Task instructions:
Transcribe the stretch of entries below from the line with "state === 'wrong');" through the line with "was stored. */", exactly and with both ends included; leave out all other lines.

Saved entries:
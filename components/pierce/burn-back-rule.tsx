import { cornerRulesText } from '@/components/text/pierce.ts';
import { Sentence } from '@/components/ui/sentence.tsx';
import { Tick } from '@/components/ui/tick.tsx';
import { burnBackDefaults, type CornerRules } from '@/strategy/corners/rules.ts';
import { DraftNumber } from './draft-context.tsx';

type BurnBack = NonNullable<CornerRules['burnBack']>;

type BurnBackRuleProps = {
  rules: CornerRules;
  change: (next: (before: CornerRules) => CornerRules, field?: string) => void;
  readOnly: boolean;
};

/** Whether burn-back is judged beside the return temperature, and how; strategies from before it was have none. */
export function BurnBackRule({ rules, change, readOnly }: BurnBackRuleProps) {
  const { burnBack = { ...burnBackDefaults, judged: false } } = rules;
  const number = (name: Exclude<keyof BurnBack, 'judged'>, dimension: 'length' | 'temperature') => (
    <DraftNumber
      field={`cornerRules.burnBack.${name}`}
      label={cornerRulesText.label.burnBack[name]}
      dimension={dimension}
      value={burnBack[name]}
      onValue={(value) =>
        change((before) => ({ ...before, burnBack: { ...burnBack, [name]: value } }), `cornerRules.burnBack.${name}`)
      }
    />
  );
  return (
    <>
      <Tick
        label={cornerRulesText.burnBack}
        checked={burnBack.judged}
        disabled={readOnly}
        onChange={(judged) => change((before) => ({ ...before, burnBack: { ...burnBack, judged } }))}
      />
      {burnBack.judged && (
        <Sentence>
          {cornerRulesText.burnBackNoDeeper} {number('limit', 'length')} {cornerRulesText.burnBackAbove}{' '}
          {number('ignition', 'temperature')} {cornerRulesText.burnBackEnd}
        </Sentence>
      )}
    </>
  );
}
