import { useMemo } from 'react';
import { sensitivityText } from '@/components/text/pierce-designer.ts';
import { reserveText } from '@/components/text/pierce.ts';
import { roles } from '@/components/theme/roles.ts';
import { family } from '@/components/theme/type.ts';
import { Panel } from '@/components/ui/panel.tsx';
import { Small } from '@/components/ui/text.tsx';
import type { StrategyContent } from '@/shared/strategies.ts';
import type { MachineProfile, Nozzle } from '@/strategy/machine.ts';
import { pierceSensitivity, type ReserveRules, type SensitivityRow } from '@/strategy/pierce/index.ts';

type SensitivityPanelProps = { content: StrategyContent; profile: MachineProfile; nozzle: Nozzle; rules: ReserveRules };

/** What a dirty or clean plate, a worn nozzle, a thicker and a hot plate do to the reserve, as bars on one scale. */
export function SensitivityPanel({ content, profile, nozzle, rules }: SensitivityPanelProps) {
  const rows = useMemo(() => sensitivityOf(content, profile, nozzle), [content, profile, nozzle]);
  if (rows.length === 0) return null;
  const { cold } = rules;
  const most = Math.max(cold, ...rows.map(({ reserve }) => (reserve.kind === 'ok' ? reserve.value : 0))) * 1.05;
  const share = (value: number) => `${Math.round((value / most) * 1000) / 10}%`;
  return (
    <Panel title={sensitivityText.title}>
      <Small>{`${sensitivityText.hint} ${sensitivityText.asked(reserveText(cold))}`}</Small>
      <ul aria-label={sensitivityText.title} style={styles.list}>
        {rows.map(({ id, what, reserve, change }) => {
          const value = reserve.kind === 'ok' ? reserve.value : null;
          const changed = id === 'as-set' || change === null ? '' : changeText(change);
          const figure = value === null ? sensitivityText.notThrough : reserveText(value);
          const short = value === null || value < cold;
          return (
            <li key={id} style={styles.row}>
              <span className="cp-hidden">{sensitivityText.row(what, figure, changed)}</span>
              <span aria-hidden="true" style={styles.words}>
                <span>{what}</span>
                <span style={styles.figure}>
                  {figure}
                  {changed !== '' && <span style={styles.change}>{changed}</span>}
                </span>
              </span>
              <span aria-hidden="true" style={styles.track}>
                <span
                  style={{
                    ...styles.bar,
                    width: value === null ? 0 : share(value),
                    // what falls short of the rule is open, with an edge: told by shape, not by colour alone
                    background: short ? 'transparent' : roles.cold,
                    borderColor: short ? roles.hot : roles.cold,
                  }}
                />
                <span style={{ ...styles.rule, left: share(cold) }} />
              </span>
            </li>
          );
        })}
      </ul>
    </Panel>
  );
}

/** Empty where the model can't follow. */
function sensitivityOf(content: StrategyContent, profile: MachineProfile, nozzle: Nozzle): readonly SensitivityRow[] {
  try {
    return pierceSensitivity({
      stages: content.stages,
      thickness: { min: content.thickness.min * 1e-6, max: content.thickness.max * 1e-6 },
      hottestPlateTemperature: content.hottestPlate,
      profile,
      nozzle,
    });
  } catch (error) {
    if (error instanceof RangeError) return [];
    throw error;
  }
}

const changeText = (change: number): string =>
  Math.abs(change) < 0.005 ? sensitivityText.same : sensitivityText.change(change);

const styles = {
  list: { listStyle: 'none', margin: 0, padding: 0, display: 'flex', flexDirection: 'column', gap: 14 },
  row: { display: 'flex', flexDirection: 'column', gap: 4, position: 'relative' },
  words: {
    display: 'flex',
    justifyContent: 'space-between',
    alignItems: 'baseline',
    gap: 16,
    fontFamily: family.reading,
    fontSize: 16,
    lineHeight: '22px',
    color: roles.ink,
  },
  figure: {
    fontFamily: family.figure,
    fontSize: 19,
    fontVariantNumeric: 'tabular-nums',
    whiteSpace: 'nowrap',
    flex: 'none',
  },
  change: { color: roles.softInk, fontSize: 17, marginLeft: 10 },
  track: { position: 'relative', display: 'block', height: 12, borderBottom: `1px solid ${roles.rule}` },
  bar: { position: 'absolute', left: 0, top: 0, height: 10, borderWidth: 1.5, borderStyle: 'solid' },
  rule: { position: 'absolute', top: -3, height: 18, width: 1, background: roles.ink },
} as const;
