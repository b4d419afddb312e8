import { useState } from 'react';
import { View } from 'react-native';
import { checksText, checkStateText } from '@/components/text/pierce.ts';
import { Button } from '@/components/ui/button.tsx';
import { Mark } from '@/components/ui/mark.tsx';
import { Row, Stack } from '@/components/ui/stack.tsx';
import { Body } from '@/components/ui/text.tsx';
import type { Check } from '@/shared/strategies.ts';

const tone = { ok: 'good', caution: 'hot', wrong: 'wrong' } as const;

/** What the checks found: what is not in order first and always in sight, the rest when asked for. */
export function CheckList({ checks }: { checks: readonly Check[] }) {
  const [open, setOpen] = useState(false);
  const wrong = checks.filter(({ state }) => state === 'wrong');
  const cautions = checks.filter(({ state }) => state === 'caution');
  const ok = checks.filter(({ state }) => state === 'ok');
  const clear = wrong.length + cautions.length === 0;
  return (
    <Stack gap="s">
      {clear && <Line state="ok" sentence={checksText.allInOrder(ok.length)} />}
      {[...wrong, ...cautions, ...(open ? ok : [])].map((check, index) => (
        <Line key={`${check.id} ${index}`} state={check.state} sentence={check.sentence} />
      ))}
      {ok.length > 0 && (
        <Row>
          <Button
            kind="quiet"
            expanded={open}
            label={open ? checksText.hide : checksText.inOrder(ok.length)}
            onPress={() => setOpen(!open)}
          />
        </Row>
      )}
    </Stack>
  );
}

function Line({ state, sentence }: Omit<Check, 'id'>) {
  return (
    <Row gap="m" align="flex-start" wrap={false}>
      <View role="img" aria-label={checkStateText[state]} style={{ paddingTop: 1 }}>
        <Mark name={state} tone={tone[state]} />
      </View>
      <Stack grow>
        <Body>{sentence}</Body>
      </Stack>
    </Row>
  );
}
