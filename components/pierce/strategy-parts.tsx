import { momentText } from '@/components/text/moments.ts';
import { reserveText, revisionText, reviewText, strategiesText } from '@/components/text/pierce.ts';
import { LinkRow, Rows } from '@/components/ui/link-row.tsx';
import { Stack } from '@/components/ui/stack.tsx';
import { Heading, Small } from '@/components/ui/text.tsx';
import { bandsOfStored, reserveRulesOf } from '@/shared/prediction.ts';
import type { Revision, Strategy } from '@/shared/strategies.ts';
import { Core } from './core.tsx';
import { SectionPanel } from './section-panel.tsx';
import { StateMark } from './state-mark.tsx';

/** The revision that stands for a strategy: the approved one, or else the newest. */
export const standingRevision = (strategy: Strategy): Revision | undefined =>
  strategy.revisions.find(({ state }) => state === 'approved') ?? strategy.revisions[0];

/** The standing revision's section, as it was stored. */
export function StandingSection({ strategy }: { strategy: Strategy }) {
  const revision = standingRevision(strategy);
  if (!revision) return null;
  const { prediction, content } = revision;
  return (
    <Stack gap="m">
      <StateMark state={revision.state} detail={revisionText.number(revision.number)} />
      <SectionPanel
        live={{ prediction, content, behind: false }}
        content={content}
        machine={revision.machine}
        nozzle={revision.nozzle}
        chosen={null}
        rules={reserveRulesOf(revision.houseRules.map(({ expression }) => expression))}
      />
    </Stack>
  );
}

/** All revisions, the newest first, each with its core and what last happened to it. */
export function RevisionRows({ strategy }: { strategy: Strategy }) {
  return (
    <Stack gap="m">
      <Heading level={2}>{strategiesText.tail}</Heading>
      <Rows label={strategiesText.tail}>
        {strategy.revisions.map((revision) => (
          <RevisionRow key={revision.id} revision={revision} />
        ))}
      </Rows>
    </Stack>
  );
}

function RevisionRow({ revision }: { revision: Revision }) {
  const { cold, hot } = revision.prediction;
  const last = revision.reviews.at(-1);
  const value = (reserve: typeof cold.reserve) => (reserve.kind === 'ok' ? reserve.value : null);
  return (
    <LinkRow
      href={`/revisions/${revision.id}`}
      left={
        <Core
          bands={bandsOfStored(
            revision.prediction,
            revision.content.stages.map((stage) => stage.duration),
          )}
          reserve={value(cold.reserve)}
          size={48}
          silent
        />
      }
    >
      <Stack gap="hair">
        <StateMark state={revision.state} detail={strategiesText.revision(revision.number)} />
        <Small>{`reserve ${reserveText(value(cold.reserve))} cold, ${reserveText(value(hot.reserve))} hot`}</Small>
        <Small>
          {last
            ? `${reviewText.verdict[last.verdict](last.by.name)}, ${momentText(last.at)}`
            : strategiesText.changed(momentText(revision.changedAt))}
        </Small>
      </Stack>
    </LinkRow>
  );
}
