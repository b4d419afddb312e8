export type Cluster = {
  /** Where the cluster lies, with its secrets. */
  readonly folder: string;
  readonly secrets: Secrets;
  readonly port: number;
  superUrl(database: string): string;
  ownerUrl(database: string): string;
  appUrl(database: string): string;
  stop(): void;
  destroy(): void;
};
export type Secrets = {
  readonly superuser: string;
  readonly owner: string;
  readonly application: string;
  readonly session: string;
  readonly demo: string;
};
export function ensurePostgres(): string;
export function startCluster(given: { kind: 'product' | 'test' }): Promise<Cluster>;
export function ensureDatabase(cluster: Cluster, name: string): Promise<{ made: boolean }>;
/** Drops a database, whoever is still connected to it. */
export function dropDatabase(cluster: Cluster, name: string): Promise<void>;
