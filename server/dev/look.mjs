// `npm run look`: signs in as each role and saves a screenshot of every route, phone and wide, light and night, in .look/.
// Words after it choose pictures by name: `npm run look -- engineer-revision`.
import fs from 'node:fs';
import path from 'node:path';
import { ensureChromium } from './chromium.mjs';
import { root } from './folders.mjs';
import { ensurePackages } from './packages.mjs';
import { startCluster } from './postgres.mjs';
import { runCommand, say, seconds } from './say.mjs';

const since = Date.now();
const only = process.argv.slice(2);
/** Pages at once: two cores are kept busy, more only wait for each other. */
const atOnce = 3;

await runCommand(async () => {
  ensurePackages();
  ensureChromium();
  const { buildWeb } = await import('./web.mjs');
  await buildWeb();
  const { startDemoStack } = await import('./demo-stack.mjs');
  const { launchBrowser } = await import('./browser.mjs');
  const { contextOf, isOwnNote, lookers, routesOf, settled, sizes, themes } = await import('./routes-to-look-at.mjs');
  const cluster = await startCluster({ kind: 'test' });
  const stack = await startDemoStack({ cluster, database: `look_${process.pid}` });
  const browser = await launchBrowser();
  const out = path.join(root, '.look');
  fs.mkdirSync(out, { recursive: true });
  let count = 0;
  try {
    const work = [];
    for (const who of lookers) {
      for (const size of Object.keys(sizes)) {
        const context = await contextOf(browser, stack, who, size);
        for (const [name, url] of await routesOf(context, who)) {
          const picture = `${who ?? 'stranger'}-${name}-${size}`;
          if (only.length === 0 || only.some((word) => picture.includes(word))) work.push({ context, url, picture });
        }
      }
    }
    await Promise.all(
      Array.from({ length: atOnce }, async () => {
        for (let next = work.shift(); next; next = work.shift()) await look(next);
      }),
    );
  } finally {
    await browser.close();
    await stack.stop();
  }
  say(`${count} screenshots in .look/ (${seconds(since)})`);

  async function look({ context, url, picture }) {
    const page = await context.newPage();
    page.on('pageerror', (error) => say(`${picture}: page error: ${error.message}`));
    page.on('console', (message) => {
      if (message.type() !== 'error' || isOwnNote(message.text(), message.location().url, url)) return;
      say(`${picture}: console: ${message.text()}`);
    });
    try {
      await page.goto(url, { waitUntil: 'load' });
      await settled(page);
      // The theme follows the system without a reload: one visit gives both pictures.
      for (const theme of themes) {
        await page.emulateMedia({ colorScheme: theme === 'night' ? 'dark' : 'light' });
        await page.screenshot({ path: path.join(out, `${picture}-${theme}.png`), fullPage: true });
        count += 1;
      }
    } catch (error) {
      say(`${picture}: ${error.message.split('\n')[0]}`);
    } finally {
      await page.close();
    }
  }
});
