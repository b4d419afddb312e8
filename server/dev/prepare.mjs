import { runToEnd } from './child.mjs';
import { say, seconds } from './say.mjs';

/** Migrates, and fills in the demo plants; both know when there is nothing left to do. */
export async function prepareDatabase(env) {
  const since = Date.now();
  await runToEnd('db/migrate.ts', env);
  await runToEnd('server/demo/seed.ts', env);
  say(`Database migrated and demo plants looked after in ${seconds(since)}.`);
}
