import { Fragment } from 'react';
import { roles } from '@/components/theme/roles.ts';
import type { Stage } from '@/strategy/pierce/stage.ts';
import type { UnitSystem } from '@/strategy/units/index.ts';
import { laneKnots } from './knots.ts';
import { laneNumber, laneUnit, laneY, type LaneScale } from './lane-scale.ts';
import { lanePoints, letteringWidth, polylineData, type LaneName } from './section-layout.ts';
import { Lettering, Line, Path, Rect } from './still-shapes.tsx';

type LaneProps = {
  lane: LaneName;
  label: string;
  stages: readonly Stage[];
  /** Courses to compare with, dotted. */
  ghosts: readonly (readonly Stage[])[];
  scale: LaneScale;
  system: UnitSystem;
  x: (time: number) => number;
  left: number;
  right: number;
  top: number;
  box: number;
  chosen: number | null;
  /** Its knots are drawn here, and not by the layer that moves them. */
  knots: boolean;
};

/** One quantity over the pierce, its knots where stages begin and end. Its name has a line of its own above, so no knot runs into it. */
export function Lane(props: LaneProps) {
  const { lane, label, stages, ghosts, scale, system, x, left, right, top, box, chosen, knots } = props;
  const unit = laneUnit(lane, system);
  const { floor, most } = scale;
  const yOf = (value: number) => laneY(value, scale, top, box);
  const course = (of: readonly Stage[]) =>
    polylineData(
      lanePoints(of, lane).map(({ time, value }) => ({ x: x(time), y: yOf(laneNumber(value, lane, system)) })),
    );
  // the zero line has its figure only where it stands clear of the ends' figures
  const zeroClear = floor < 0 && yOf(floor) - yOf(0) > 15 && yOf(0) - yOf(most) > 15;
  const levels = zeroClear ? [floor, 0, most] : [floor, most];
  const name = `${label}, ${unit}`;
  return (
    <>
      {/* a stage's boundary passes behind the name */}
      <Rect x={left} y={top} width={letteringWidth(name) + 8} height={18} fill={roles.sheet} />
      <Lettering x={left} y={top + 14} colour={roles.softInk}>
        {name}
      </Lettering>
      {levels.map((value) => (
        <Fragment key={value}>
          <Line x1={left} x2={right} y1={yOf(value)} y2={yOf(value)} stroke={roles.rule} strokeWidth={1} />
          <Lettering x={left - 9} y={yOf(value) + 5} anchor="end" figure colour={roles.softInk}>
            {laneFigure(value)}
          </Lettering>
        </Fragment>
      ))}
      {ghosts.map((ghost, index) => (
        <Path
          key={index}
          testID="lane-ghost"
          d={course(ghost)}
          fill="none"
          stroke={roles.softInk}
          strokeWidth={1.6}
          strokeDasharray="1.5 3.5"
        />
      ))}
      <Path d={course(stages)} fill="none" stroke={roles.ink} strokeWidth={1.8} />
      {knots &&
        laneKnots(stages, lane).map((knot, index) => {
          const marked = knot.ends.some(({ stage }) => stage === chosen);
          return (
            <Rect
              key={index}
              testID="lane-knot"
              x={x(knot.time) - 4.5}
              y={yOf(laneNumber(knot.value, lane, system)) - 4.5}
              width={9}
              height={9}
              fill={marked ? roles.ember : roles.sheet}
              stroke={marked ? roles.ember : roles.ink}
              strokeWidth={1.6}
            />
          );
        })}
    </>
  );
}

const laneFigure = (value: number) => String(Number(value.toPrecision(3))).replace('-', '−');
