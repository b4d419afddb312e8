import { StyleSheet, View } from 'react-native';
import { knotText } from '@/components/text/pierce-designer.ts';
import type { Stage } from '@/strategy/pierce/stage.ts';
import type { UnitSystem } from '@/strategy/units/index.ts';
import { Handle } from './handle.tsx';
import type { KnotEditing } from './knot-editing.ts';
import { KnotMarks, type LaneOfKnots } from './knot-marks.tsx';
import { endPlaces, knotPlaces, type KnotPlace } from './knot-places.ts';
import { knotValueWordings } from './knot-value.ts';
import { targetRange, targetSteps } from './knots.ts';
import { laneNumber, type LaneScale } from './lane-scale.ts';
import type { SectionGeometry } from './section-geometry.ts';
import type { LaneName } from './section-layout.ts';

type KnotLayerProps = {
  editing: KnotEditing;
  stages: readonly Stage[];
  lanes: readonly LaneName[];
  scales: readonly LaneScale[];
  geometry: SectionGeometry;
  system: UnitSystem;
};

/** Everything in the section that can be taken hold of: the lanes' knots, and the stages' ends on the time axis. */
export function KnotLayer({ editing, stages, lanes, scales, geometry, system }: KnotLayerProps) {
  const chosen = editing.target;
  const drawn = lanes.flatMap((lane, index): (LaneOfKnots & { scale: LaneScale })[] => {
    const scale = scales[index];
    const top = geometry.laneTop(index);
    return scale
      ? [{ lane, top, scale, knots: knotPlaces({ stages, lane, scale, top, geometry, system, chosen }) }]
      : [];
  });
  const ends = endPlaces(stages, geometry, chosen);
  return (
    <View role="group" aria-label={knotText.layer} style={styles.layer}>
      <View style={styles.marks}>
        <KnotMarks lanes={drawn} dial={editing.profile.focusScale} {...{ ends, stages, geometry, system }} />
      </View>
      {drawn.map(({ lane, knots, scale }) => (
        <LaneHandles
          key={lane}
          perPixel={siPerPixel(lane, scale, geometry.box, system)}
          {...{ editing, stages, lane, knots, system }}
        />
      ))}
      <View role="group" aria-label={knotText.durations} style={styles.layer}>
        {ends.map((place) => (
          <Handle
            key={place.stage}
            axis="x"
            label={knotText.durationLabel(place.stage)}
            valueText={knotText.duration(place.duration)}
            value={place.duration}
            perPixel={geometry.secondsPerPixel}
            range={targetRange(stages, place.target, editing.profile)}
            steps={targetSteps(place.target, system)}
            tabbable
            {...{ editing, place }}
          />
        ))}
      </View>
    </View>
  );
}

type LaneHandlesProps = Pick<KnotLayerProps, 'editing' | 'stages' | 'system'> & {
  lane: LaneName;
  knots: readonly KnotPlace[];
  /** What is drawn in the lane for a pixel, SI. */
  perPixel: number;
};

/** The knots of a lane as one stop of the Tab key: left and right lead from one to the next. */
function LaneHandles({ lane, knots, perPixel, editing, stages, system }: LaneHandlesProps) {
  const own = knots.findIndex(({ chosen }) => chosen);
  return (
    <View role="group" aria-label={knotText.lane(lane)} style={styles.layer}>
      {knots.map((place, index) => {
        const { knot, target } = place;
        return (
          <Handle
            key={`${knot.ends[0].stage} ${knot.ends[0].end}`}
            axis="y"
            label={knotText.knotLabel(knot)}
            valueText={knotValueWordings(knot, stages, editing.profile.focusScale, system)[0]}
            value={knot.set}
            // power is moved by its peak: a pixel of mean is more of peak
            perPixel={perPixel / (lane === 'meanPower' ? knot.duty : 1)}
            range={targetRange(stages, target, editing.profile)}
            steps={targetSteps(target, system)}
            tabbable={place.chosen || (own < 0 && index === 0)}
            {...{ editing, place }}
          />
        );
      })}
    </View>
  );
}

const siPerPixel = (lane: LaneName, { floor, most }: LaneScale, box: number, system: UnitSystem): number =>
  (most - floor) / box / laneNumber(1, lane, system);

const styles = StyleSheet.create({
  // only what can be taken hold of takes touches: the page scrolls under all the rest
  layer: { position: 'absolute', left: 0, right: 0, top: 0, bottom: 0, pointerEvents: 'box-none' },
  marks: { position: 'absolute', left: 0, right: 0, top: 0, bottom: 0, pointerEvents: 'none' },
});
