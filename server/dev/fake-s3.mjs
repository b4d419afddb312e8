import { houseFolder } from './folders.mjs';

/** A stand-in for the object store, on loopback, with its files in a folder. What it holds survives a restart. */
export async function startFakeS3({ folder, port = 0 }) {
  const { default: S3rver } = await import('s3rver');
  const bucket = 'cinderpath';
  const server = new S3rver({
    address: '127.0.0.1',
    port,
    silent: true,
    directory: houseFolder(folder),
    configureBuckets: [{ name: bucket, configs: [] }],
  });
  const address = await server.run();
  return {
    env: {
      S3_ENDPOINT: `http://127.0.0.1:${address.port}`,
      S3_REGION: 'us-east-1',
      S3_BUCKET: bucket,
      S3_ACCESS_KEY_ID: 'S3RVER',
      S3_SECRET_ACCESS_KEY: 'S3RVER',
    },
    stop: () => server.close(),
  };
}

Solution for this task:
  const wrong = checks.filter(({ state }) => state === 'wrong');
  const cautions = checks.filter(({ state }) => state === 'caution');
  const ok = checks.filter(({ state }) => state === 'ok');
  const clear = wrong.length + cautions.length === 0;
  return (
    <Stack gap="s">
      {clear && <Line state="ok" sentence={checksText.allInOrder(ok.length)} />}
      {[...wrong, ...cautions, ...(open ? ok : [])].map((check, index) => (
        <Line key={`${check.id} ${index}`} state={check.state} sentence={check.sentence} />
      ))}
      {ok.length > 0 && (
        <Row>
          <Button
            kind="quiet"
            expanded={open}
            label={open ? checksText.hide : checksText.inOrder(ok.length)}
            onPress={() => setOpen(!open)}
          />
        </Row>
      )}
    </Stack>
  );
}

function Line({ state, sentence }: Omit<Check, 'id'>) {
  return (
    <Row gap="m" align="flex-start" wrap={false}>
      <View role="img" aria-label={checkStateText[state]} style={{ paddingTop: 1 }}>
        <Mark name={state} tone={tone[state]} />
      </View>
      <Stack grow>
        <Body>{sentence}</Body>
      </Stack>
    </Row>
  );
}
filename components/pierce/strategy-parts.tsx
import { momentText } from '@/components/text/moments.ts';
import { reserveText, revisionText, reviewText, strategiesText } from '@/components/text/pierce.ts';
import { LinkRow, Rows } from '@/components/ui/link-row.tsx';
import { Stack } from '@/components/ui/stack.tsx';
import { Heading, Small } from '@/components/ui/text.tsx';
import { bandsOfStored, reserveRulesOf } from '@/shared/prediction.ts';
import type { Revision, Strategy } from '@/shared/strategies.ts';
import { Core } from './core.tsx';
import { SectionPanel } from './section-panel.tsx';
import { StateMark } from './state-mark.tsx';

/** The revision that stands for a strategy: the approved one, or else the newest. */
export const standingRevision = (strategy: Strategy): Revision | undefined =>
  strategy.revisions.find(({ state }) => state === 'approved') ?? strategy.revisions[0];

/** The standing revision's section, as it was stored. */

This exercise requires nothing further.